Honestly, with all the time-bending anomalies, medical/transporter tech, time travel, and alternate realities one can get stuck in, you could have an entire life and family in no actual time at all. You could even have a holo-family like the doctor in Voyager that can pick up where they left off whenever you have free time, or be programmed to continue while you're not there.

They're talking about virtual kids now for goodness sakes. Not the same, granted, but people will do whatever they want and are able to.
 
While others choose to believe, despite the preponderance of evidence, myriad counterexamples, and plain good sense, that once upon a time Star Trek was all one, tight continuity.

I doubt many believed that, since as early as TNG, continuity issues popped up, triggering fan complaints.
 
New content which rarely aligns with what came before it is effectively making its own branch or universe, but some are free to believe its all one, tight continuity...
I don't think anyone believes it's a "tight continuity" as in completely consistent with itself or what came before (not even TOS was totally consistent with itself, and no large franchise made over a period of decades and multiple series/films is --which is not a criticism, just reality), but I do believe most think it's a flexible sliding continuity that adapts with the times but takes place in a single shared universe, with the exception of the peripheral Mirror Universe episodes and Kelvinverse films, and others that are specifically stated as being set in alternate universes.
 
Assuming the career path for starship captains and admirals is all-consuming, yes. But it hurts women even more.

An officer on that path, with so many long deep-space deployments, might have time to win someone's heart and get married. And a man can get his wife pregnant during a two-week leave. But the children will barely know him and might not care about him much when he's old. Men pay a high price for these ambitions. Kirk alluded to it a time or two in The Wrath of Khan and Generations. He's lonely.

A woman who devotes her life to that career wouldn't have time to reproduce at all. A baby and then childcare would cause her to fall too far behind in the competition for command chairs. So she ends up even lonelier than Kirk, due to the facts of life. If you're honest about human life, it's inescapable.

You do realize that having children is not a goal for everyone, right?
You do realize that not all humans need to be in a relationship/marriage to have a fulfilling life, right?
 
I'm referring to lack of continuity from one production to another.

I like continuity. I prefer having a consistent universe told in a way that makes sense and connects back to what came before instead of this fractured nonsense where every show is an alternate timeline unto itself.

That being said, I realize that's not a motivation or goal for the folks making these shows. It is what it is.
 
I like continuity. I prefer having a consistent universe told in a way that makes sense and connects back to what came before instead of this fractured nonsense where every show is an alternate timeline unto itself.
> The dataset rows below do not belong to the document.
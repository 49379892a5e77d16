import { snippetRuns } from '@shared/search/schema';

/** A highlighted passage, rendered from the server's escaped snippet without innerHTML. */
export function Snippet({ html, lang }: { html: string; lang?: string }) {
  return (
    <p className="transcription text-ink" lang={lang}>
      {snippetRuns(html).map((run, i) =>
        run.marked ? (
          <mark key={i} className="rounded-sm bg-accent-soft px-0.5 text-ink underline decoration-accent decoration-2 underline-offset-4">
            {run.text}
          </mark>
        ) : (
          <span key={i}>{run.text}</span>
        ),
      )}
    </p>
  );
}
That being said, I realize that's not a motivation or goal for the folks making these shows. It is what it is.

That is the sort of problem that crops up when people decide to make prequels to older works, with today’s production values. Unless it’s something like the Disney Star Wars tv shows where they’re purposely striving for the same look and feel of the original trilogy, the people making those prequels want to put their own spin on things. As I’ve mentioned before, there’s a difference between not staying consistent with 50+ years of work, and not staying consistent on purpose.